Claude Skills transforme l'IA en entreprise : découvrez comment industrialiser vos prompts, automatiser vos workflows et éviter les pièges de gouvernance.

Quentin Bragard

Quentin Bragard

·9 min
Claude Skills en entreprise : industrialiser le prompt engineering

Pendant deux ans, on a tous appris à devenir prompt engineers. On a écrit des "méga prompts" de trois pages, on les a sauvegardés dans des Notion, dans des GPTs custom, dans des bibliothèques internes que personne ne mettait à jour. On a même formé nos équipes à les recopier proprement.

Et puis Anthropic a sorti Claude Skills mi-avril 2026, et la donne pour l'IA en entreprise vient de basculer. La plupart de ce travail de capitalisation devient, d'un coup, périssable.

Ce n'est pas une mauvaise nouvelle. C'est même probablement la meilleure chose qui pouvait arriver à l'adoption IA en entreprise depuis ChatGPT Enterprise. Mais ça change radicalement la façon dont une organisation doit penser ses outils IA, sa gouvernance et son rôle de "centre d'expertise" interne.

Voici ce que sont vraiment les Claude Skills, ce qu'elles changent au quotidien chez Jaydai, le piège dans lequel 90 % des entreprises vont tomber, et la technique la plus puissante (et la plus sous-exploitée) pour en tirer parti dès cette semaine.

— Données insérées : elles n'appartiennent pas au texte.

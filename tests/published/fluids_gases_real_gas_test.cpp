// What the gases leave out, measured with the full published equations: densities, heat
// capacities, expansion by the reference equations of state, transport by Lemmon and Jacobsen 2004
// with the critical enhancement.
#include <doctest/doctest.h>

#include <utility>

#include "../fluids/close_to.hpp"
#include "convelope/fluids/argon.hpp"
#include "convelope/fluids/carbon_dioxide.hpp"
#include "convelope/fluids/helium.hpp"
#include "convelope/fluids/hydrogen.hpp"
#include "convelope/fluids/nitrogen.hpp"
#include "convelope/fluids/oxygen.hpp"

using namespace convelope;

namespace {

struct deviation {
  double density, heat, conductivity, viscosity, expansion;
};

template <class Gas, class Fluid>
deviation left_out(const Fluid& f, double T, double p) {
  const double R = Gas::gas_constant;
  const double ideal = Gas::ideal_heat(T, 1.0 / T, std::sqrt(T));
  const auto state = [&](double rho) {
    return detail::helmholtz::state_of<Gas>(rho, T, 1.0 / T, ideal);
  };
  double rho = p / (R * T);
  for (int i = 0; i < 30; ++i) {
    const auto s = state(rho);
    rho -= (s.pressure - p) / (s.stiffness * R * T);
  }
  const auto s = state(rho);
  const auto b = detail::background<Gas>(rho, T, 1.0 / T);
  const double k = b.conductivity + detail::critical_enhancement<Gas>(rho, T, b.viscosity);
  const auto v = f.values(T, p);
  return {v.density / (rho * Gas::molar_mass) - 1.0,
          v.specific_heat / (R / Gas::molar_mass * s.cp_over_R) - 1.0,
          v.conductivity / (1e-3 * k) - 1.0, v.viscosity / (1e-6 * b.viscosity) - 1.0,
          v.expansion / s.expansion - 1.0};
}

// Transport has the uncertainty of its source besides, so only half of the stated one is granted.
template <class Gas, class Fluid>
void as_good_as_it_says(const Fluid& f) {
  const property_uncertainty& u = f.info()->uncertainty;
  for (const double p : {1e3, 1e5, 5e5, 1e6, 2e6}) {
    for (const double T : {200.0, 220.0, 250.0, 300.0, 400.0, 700.0, 1200.0, 2000.0}) {
      CAPTURE(T);
      CAPTURE(p);
      const deviation d = left_out<Gas>(f, T, p);
      CHECK(std::fabs(d.density) < u.density);
      CHECK(std::fabs(d.heat) < 0.6 * u.specific_heat);
      CHECK(std::fabs(d.expansion) < u.expansion);
      CHECK(std::fabs(d.viscosity) < 0.5 * u.viscosity);
      CHECK(std::fabs(d.conductivity) < 0.6 * u.conductivity);
    }
  }
}

}  // namespace

TEST_CASE("nitrogen, oxygen, argon are as good as they say, up to the corners") {
  as_good_as_it_says<detail::nitrogen_transport>(nitrogen{});
  as_good_as_it_says<detail::oxygen_transport>(oxygen{});
  as_good_as_it_says<detail::argon_transport>(argon{});
  // The worst corner, as the headers have it.
  const auto n = left_out<detail::nitrogen_transport>(nitrogen{}, 200.0, 2e6);
  CHECK(n.density == doctest::Approx(0.0033).epsilon(0.02));
  CHECK(n.heat == doctest::Approx(0.0042).epsilon(0.02));
  CHECK(n.expansion == doctest::Approx(0.0106).epsilon(0.02));
  CHECK(n.viscosity == doctest::Approx(-0.0049).epsilon(0.02));
  CHECK(n.conductivity == doctest::Approx(-0.0166).epsilon(0.02));
  const auto a = left_out<detail::argon_transport>(argon{}, 200.0, 2e6);
  CHECK(a.density == doctest::Approx(0.0030).epsilon(0.02));
  CHECK(a.heat == doctest::Approx(0.0055).epsilon(0.02));
  const auto o = left_out<detail::oxygen_transport>(oxygen{}, 200.0, 2e6);
  CHECK(o.density == doctest::Approx(0.0029).epsilon(0.02));
  CHECK(o.conductivity == doctest::Approx(-0.0019).epsilon(0.03));
}

TEST_CASE("nitrogen, oxygen, argon: to first order in density they are the full equations") {
  // Twenty times the pressure would leave out 400 times as much.
  for (const double T : {300.0, 450.0, 900.0}) {
    CAPTURE(T);
    for (const deviation& d : {left_out<detail::nitrogen_transport>(nitrogen{}, T, 2e4),
                               left_out<detail::oxygen_transport>(oxygen{}, T, 2e4),
                               left_out<detail::argon_transport>(argon{}, T, 2e4)}) {
      CHECK(std::fabs(d.density) < 2e-7);
      CHECK(std::fabs(d.heat) < 2e-7);
      CHECK(std::fabs(d.expansion) < 4e-7);
      CHECK(std::fabs(d.viscosity) < 4e-7);
      CHECK(std::fabs(d.conductivity) < 8e-7);
    }
  }
}

TEST_CASE("carbon dioxide: saturated vapour, Span and Wagner 1996, table of saturation") {
  // From memory: density of the saturated vapour. 0.6 MPa is already outside the envelope.
  struct row {
    double T, p, rho;
  };
  for (const row& r : {row{216.592, 0.51795e6, 13.761}, row{220.0, 0.59913e6, 15.817}}) {
    CAPTURE(r.T);
    CHECK(close_to(carbon_dioxide{}.values(r.T, r.p).density, r.rho, 1e-3));
  }
}

TEST_CASE("ideal-gas heat capacities, NIST-JANAF Thermochemical Tables") {
  // 4th edition, 1998, cp in J/(mol K) at 0.1 MPa, ideal gas; from memory.
  struct row {
    double T, n2, o2, co2, h2;
  };
  for (const row& r :
       {row{300.0, 29.125, 29.385, 37.221, 28.849}, row{500.0, 29.580, 31.091, 44.627, 29.260},
        row{1000.0, 32.697, 34.870, 54.308, 30.205}}) {
    CAPTURE(r.T);
    const double p = 1e3;
    CHECK(close_to(nitrogen{}.values(r.T, p).specific_heat * 28.01348e-3, r.n2, 5e-4));
    CHECK(close_to(oxygen{}.values(r.T, p).specific_heat * 31.9988e-3, r.o2, 5e-4));
    CHECK(close_to(carbon_dioxide{}.values(r.T, p).specific_heat * 44.0098e-3, r.co2, 5e-4));
    CHECK(close_to(hydrogen{}.values(r.T, p).specific_heat * 2.01588e-3, r.h2, 8e-4));
    CHECK(close_to(argon{}.values(r.T, p).specific_heat * 39.948e-3, 20.786, 2e-4));
    CHECK(close_to(helium{}.values(r.T, p).specific_heat * 4.002602e-3, 20.786, 2e-4));
  }
  CHECK(close_to(nitrogen{}.values(2000.0, 1e3).specific_heat * 28.01348e-3, 35.971, 1e-3));
  CHECK(close_to(oxygen{}.values(2000.0, 1e3).specific_heat * 31.9988e-3, 37.741, 2e-3));
}

TEST_CASE("second virial coefficients, Dymond and Smith") {
  // The Virial Coefficients of Pure Gases and Mixtures, 1980, recommended values in cm3/mol, from
  // memory; the tables claim 1 to 4 cm3/mol.
  struct row {
    double T, co2, n2, o2, ar;
  };
  const auto of = [](auto equation, double T) {
    using E = decltype(equation);
    const double tau = E::reducing_temperature / T;
    return 1e6 / E::reducing_density *
           detail::helmholtz::virial<E::terms, E::unit>(tau, 1.0 / tau).b;
  };
  for (const row& r :
       {row{300.0, -122.0, -4.2, -16.0, -15.5}, row{400.0, -60.0, 9.0, -1.0, -1.0}}) {
    CAPTURE(r.T);
    CHECK(close_to(1e6 * detail::co2::virial(r.T, 1.0 / r.T).b, r.co2, 0.0, 2.0));
    CHECK(close_to(of(detail::nitrogen_equation{}, r.T), r.n2, 0.0, 1.0));
    CHECK(close_to(of(detail::oxygen_equation{}, r.T), r.o2, 0.0, 1.0));
    CHECK(close_to(of(detail::argon_equation{}, r.T), r.ar, 0.0, 1.0));
  }
  for (const auto& [T, B] : {std::pair{220.0, -248.0},
                             {240.0, -202.0},
                             {260.0, -168.0},
                             {280.0, -142.0},
                             {1000.0, 16.0}}) {
    const double at_K = T;  // clang 14 can't capture a structured binding
    CAPTURE(at_K);
    CHECK(close_to(1e6 * detail::co2::virial(T, 1.0 / T).b, B, 0.0, 2.0));
  }
}

TEST_CASE("noble gases: Pr near 2/3, as kinetic theory has it") {
  // Chapman-Enskog, first order: k = (15/4) R mu / M, so Pr = 2/3; higher orders change 1 %.
  for (const double T : {200.0, 300.0, 600.0, 1200.0}) {
    CAPTURE(T);
    CHECK(close_to(argon{}.values(T, 1e4).prandtl(), 2.0 / 3.0, 0.015));
    CHECK(close_to(helium{}.values(T, 1e4).prandtl(), 2.0 / 3.0, 0.03));
  }
}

Claude Skills, c'est quoi (en clair, pour un DG ou un DSI)

Une Claude Skill, c'est un dossier. À l'intérieur : un fichier SKILL.md qui décrit ce que la Skill fait, quand l'utiliser, et comment. Et autour, ce que vous voulez : des templates, des PDF, des fichiers Excel, du code Python, des guides de style, des bases de connaissances, des modèles internes.

La différence majeure avec un prompt classique ? Claude connaît toutes les Skills disponibles dans son environnement et décide, tout seul, laquelle activer en fonction de ce que vous lui demandez. Vous n'avez plus à vous souvenir du bon prompt à copier, ni à expliquer à Claude le contexte métier à chaque conversation. La Skill est là, en arrière-plan, prête à être déclenchée par les bons mots-clés ou la bonne intention.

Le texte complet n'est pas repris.